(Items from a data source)
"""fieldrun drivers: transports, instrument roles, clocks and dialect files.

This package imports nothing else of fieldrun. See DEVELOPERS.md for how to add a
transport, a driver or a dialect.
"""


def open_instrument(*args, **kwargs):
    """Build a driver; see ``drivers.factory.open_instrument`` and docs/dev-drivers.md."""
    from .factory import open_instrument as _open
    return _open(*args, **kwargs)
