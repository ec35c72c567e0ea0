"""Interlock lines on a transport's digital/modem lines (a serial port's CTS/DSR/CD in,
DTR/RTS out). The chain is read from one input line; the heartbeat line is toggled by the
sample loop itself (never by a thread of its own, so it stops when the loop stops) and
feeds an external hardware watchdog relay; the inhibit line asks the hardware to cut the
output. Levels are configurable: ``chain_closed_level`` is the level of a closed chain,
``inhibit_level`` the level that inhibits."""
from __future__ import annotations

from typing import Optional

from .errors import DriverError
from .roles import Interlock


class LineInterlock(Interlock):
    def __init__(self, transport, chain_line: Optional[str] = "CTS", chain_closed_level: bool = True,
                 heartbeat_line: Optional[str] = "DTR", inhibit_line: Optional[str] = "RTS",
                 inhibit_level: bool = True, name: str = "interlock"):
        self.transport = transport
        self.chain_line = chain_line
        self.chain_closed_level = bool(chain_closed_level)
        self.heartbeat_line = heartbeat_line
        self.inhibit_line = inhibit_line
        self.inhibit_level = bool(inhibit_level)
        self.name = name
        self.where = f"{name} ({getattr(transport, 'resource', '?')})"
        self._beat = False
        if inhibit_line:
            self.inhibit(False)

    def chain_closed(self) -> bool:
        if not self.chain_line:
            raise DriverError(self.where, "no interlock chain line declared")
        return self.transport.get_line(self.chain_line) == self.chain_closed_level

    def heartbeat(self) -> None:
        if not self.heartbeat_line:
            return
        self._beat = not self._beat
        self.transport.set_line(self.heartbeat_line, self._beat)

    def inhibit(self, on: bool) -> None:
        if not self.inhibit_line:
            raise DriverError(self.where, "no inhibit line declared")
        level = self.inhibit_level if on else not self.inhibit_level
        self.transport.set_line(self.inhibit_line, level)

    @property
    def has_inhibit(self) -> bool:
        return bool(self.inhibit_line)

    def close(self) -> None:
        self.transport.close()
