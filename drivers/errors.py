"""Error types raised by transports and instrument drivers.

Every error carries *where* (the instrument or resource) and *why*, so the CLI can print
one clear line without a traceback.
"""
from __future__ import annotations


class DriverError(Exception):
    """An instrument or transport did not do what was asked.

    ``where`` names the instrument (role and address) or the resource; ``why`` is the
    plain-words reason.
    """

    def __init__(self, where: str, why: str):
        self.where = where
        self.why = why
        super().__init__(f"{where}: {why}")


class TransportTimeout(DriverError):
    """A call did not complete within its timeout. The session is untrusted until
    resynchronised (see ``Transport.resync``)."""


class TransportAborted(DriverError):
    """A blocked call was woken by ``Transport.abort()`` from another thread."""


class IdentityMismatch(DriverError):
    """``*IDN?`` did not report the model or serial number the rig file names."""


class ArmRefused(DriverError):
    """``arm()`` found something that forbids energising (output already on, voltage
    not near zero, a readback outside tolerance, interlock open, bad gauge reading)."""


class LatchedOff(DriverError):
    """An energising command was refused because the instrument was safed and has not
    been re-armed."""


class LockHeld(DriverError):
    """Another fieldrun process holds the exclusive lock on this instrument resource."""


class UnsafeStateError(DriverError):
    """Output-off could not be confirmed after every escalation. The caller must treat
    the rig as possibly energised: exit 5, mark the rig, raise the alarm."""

▸ **EXERCISE INSTRUCTIONS**:
Every line that contains "thread" should be copied out of the data.

▸ **ANSWER SECTION**:
sample loop itself (never by a thread of its own, so it stops when the loop stops) and
    """A blocked call was woken by ``Transport.abort()`` from another thread."""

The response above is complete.